Do these same effects occur if I call the same web method, which inserts
a record, several times asynchronously?

Or does aspnet_wp.exe effectively act as the *same* connection pool?

Will another web service, running on that web server, share the same
connection pool?
 
J

John Bailo

William said:
Right. That's not good.
It means you're leaking connections. Check out the postings here and in
articles on my website about managing the connection pool.

I read your article ( great analogy ) but I'm still not sure what you
mean by "leaking" connections. For example, you mention .Close()
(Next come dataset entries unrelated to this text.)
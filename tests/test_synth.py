"""Checks of the synthetic release generator against outside facts.

Reference values and their sources are named beside each check.  The
handbook inertial periods T_i(30 deg) = 23.934 h and T_i(45 deg) = 16.924 h
are computed from T_i = pi / (Omega |sin(lat)|) with the WGS 84 rotation
rate Omega = 7.2921150e-5 rad/s (NGA.STND.0036, 2014); TEOS-10's
``gsw.f`` is an independent implementation of f = 2 Omega sin(lat).
"""

from __future__ import annotations

import importlib.util
import math
from pathlib import Path

import numpy as np
import pandas as pd
import pytest
from pyproj import Geod

from driftloop.synth import (
    FIELD_CSV_COLUMNS,
    TRUTH_COLUMNS,
    DuplicateFix,
    EddyEncounter,
    FixGap,
    PositionSpike,
    ReleaseScenario,
    coriolis_parameter,
    simulate_many,
    simulate_release,
    write_fixes_csv,
)

REPO = Path(__file__).resolve().parents[1]
GEOD = Geod(ellps="WGS84")
HANDBOOK_PERIOD_H = {30.0: 23.934, 45.0: 16.924}


def _free(lat: float, *, speed: float = 0.2, damping_days: float = math.inf,
          days: float = 4.0, interval_h: float = 0.25) -> ReleaseScenario:
    """One drifter in the unforced slab model: no wind, no mean flow, no noise."""
    return ReleaseScenario(
        name="free", drifter_ids=("F",), deploy_lat_deg=(lat,), deploy_lon_deg=(-30.0,),
        duration_days=days, spinup_days=0.0, drift_east_m_s=0.0, drift_north_m_s=0.0,
        meander_speed_m_s=0.0, damping_time_days=damping_days, initial_slab_speed_m_s=speed,
        background_wind_m_s=0.0, storm_mean_interval_days=math.inf, fix_interval_h=interval_h,
        fix_jitter_min=0.0, fix_loss_probability=0.0, gps_noise_m=0.0)


def _seconds(times: pd.Series) -> np.ndarray:
    return (times - times.iloc[0]).dt.total_seconds().to_numpy()


def _centred_velocity(fixes: pd.DataFrame) -> tuple[np.ndarray, np.ndarray, np.ndarray]:
    """East, north velocity (m/s) from centred geodesic differences (METHODS.md section 2)."""
    lon, lat, t = fixes["lon"].to_numpy(), fixes["lat"].to_numpy(), _seconds(fixes["time"])
    az_f, _, s_f = GEOD.inv(lon[1:-1], lat[1:-1], lon[2:], lat[2:])
    az_b, _, s_b = GEOD.inv(lon[1:-1], lat[1:-1], lon[:-2], lat[:-2])
    az_f, az_b = np.radians(az_f), np.radians(az_b)
    dt = t[2:] - t[:-2]
    u = (s_f * np.sin(az_f) - s_b * np.sin(az_b)) / dt
    v = (s_f * np.cos(az_f) - s_b * np.cos(az_b)) / dt
    return u, v, t[1:-1]


def _local_xy(fixes: pd.DataFrame) -> tuple[np.ndarray, np.ndarray]:
    """Azimuthal equidistant coordinates (m) about the first fix."""
    lon, lat = fixes["lon"].to_numpy(), fixes["lat"].to_numpy()
    az, _, s = GEOD.inv(np.full(lon.size, lon[0]), np.full(lat.size, lat[0]), lon, lat)
    return s * np.sin(np.radians(az)), s * np.cos(np.radians(az))


# (a) period of the free oscillation --------------------------------------------------------


@pytest.mark.parametrize("lat", [30.0, 45.0])
def test_coriolis_parameter_matches_teos10(lat):
    gsw = pytest.importorskip("gsw")
    # TEOS-10 gsw.f: f = 2 Omega sin(lat) with Omega = 7.292115e-5 rad/s
    assert coriolis_parameter(lat) == pytest.approx(float(gsw.f(lat)), rel=1e-9)
    # handbook table (computed from the formula with WGS 84 Omega), to its 3 decimals
    assert 2 * math.pi / coriolis_parameter(lat) / 3600 == pytest.approx(
        HANDBOOK_PERIOD_H[lat], abs=5e-4)


@pytest.mark.parametrize("lat", [30.0, 45.0])
def test_free_inertial_period(lat):
    gsw = pytest.importorskip("gsw")
    fixes = simulate_release(_free(lat), seed=0).fixes
    u, v, t = _centred_velocity(fixes)
    rate = np.polyfit(t, np.unwrap(np.arctan2(v, u)), 1)[0]
    period_h = 2 * math.pi / abs(rate) / 3600
    # TEOS-10 gsw.f, period 2 pi / |f|, within 0.5 %; the slab equation is
    # integrated exactly, so 1e-4 also holds (and would catch Omega = 2 pi / 86400 s,
    # which is 0.27 % off)
    gsw_period_h = 2 * math.pi / abs(float(gsw.f(lat))) / 3600
    assert period_h == pytest.approx(gsw_period_h, rel=5e-3)
    assert period_h == pytest.approx(gsw_period_h, rel=1e-4)
    # handbook inertial period T_i = pi / (Omega |sin lat|), within 0.5 %
    assert period_h == pytest.approx(HANDBOOK_PERIOD_H[lat], rel=5e-3)


# (b) sense of rotation -------------------------------------------------------------------


@pytest.mark.parametrize("lat, clockwise", [(45.0, True), (-45.0, False)])
def test_free_inertial_rotation_sense(lat, clockwise):
    # AMS Glossary of Meteorology, "inertial oscillation": anticyclonic, i.e.
    # clockwise in the northern hemisphere, anticlockwise in the southern
    fixes = simulate_release(_free(lat), seed=0).fixes
    x, y = _local_xy(fixes)
    signed_area = 0.5 * np.sum(x[:-1] * y[1:] - x[1:] * y[:-1])
    assert (signed_area < 0) == clockwise
    u, v, t = _centred_velocity(fixes)
    rate = np.polyfit(t, np.unwrap(np.arctan2(v, u)), 1)[0]
    assert (rate < 0) == clockwise
    assert abs(rate) == pytest.approx(abs(coriolis_parameter(lat)), rel=5e-3)


# (c) radius of the inertial circle -------------------------------------------------------


@pytest.mark.parametrize("lat, speed", [(30.0, 0.15), (45.0, 0.3)])
def test_free_inertial_radius(lat, speed):
    gsw = pytest.importorskip("gsw")
    fixes = simulate_release(_free(lat, speed=speed), seed=0).fixes
    x, y = _local_xy(fixes)
    # algebraic least-squares circle: x^2 + y^2 = 2 a x + 2 b y + c
    design = np.column_stack([2 * x, 2 * y, np.ones_like(x)])
    a, b, c = np.linalg.lstsq(design, x ** 2 + y ** 2, rcond=None)[0]
    radius = math.sqrt(c + a * a + b * b)
    # METHODS.md section 1: R_i = |V / f| (f from TEOS-10 gsw.f), within 2 %
    assert radius == pytest.approx(speed / abs(float(gsw.f(lat))), rel=0.02)


# (d) damping ------------------------------------------------------------------------------


def test_damping_e_folding_time():
    # slab model (Pollard & Millard 1970): with no wind |Z| = |Z0| exp(-r t)
    damping_days = 2.0
    fixes = simulate_release(_free(45.0, speed=0.3, damping_days=damping_days, days=6.0),
                             seed=0).fixes
    u, v, t = _centred_velocity(fixes)
    slope = np.polyfit(t, np.log(np.hypot(u, v)), 1)[0]
    assert -1 / slope / 86400 == pytest.approx(damping_days, rel=0.01)


# (e) determinism --------------------------------------------------------------------------


def _small_scenario() -> ReleaseScenario:
    return ReleaseScenario(
        name="small", drifter_ids=("P", "Q", "R"), deploy_lat_deg=(40.0, 40.2, 40.4),
        deploy_lon_deg=(-30.0, -30.1, -30.2), deploy_after_start_h=(0.0, 1.0, 2.0),
        duration_days=6.0, spinup_days=1.0,
        eddies=(EddyEncounter("Q", start_day=1.0, duration_days=3.0, orbit_radius_km=8.0,
                              orbit_period_days=2.0),),
        gaps=(FixGap("R", start_day=2.0, duration_h=20.0),),
        spikes=(PositionSpike("P", day=3.0, displacement_km=5.0),),
        duplicates=(DuplicateFix("P", day=4.0),))


def test_same_seed_same_output():
    first = simulate_release(_small_scenario(), seed=11)
    again = simulate_release(_small_scenario(), seed=11)
    pd.testing.assert_frame_equal(first.fixes, again.fixes)
    pd.testing.assert_frame_equal(first.truth, again.truth)
    pd.testing.assert_frame_equal(first.storms, again.storms)
    other = simulate_release(_small_scenario(), seed=12)
    assert not np.array_equal(first.fixes["lat"].to_numpy()[:50],
                              other.fixes["lat"].to_numpy()[:50])


def test_simulate_many_is_deterministic():
    first = simulate_many(30, 4.0, seed=5)
    again = simulate_many(30, 4.0, seed=5)
    pd.testing.assert_frame_equal(first.fixes, again.fixes)
    pd.testing.assert_frame_equal(first.truth, again.truth)
    assert first.fixes["drifter_id"].nunique() == 30


# (f) antimeridian and the ellipsoid ---------------------------------------------------------


@pytest.mark.parametrize("east, north", [(0.5, 0.0), (0.0, 0.5)])
def test_track_on_ellipsoid_and_across_antimeridian(east, north):
    sc = ReleaseScenario(
        name="dateline", drifter_ids=("N", "S"), deploy_lat_deg=(40.0, -60.0),
        deploy_lon_deg=(179.7, 179.8), duration_days=1.5, spinup_days=0.0,
        drift_east_m_s=east, drift_north_m_s=north, meander_speed_m_s=0.0,
        background_wind_m_s=0.0, storm_mean_interval_days=math.inf,
        fix_loss_probability=0.0, gps_noise_m=0.0)
    release = simulate_release(sc, seed=3)
    for lon in (release.fixes["lon"], release.truth["lon_true"]):
        assert lon.between(-180.0, 180.0, inclusive="left").all()
    for _, track in release.fixes.groupby("drifter_id"):
        lon, lat = track["lon"].to_numpy(), track["lat"].to_numpy()
        if east:
            assert (lon > 179.0).any() and (lon < -179.0).any()  # it crossed
        _, _, step_m = GEOD.inv(lon[:-1], lat[:-1], lon[1:], lat[1:])
        expected_m = math.hypot(east, north) * np.diff(_seconds(track["time"]))
        # geodesic step lengths on WGS 84 (Karney 2013 via pyproj) = speed x dt;
        # a spherical metric would be off by ~0.3 %
        np.testing.assert_allclose(step_m, expected_m, rtol=1e-4)


# (g) the bundled sample -----------------------------------------------------------------------


def _load_script():
    path = REPO / "scripts" / "make_sample_tracks.py"
    spec = importlib.util.spec_from_file_location("make_sample_tracks", path)
    module = importlib.util.module_from_spec(spec)
    spec.loader.exec_module(module)
    return module


@pytest.fixture(scope="module")
def sample(tmp_path_factory):
    script = _load_script()
    out = tmp_path_factory.mktemp("sample")
    fixes_path, truth_path = script.write_sample(out)
    return script, fixes_path, truth_path


def test_sample_tracks_regression_byte_identical(sample):
    # Regression check (not an outside fact): the bundled files are exactly
    # what scripts/make_sample_tracks.py writes.
    _, fixes_path, truth_path = sample
    for path in (fixes_path, truth_path):
        bundled = REPO / "sample_tracks" / path.name
        assert bundled.read_bytes() == path.read_bytes(), f"{bundled} is out of date"


def test_sample_tracks_record_what_the_scenario_injects(sample):
    script, fixes_path, truth_path = sample
    scenario = script.sample_scenario()
    fixes = pd.read_csv(fixes_path)
    truth = pd.read_csv(truth_path)
    assert tuple(fixes.columns) == FIELD_CSV_COLUMNS
    assert tuple(truth.columns) == TRUTH_COLUMNS
    assert fixes_path.stat().st_size + truth_path.stat().st_size < 3e6
    in_file = truth[truth["fix_row"] >= 0]
    assert len(in_file) == len(fixes)
    assert (fixes["platform_id"].to_numpy() == in_file["drifter_id"].to_numpy()).all()
    spikes = truth[truth["corruption"] == "spike"]
    assert sorted(spikes["offset_m"].round(-1)) == sorted(
        s.displacement_km * 1e3 for s in scenario.spikes)
    assert (truth.loc[truth["corruption"] == "none", "offset_m"] < 60).all()
    dup_rows = truth.loc[truth["corruption"] == "duplicate", "fix_row"].to_numpy()
    assert len(dup_rows) == len(scenario.duplicates)
    pd.testing.assert_frame_equal(fixes.iloc[dup_rows].reset_index(drop=True),
                                  fixes.iloc[dup_rows - 1].reset_index(drop=True))
    gap = scenario.gaps[0]
    track = fixes[fixes["platform_id"] == gap.drifter_id]
    steps_h = pd.to_datetime(track["obs_time_utc"]).diff().dt.total_seconds() / 3600
    assert steps_h.max() == pytest.approx(gap.duration_h + 1, abs=1.5)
Well, I thought the point of the pool is that even when I do a .Close()
the pipe to the database remains in memory so the next time an .Open()
occurs with the same connection string that is used rather than open a
new one ( unless there are none available ).

The big problem for me is ( and this has been documented many times )
that if a database server goes down, there's no way to "cleanup" the
pool explicitly and so each and every open connection has to be /tried/
before a good one can be found.
 
W

William \(Bill\) Vaughn

This (serious oversight) has been fixed in the 2.0 Framework... if that's
any consolation.

--
____________________________________
William (Bill) Vaughn
Author, Mentor, Consultant
Microsoft MVP
www.betav.com/blog/billva
www.betav.com
Please reply only to the newsgroup so that others can benefit.
This posting is provided "AS IS" with no warranties, and confers no rights.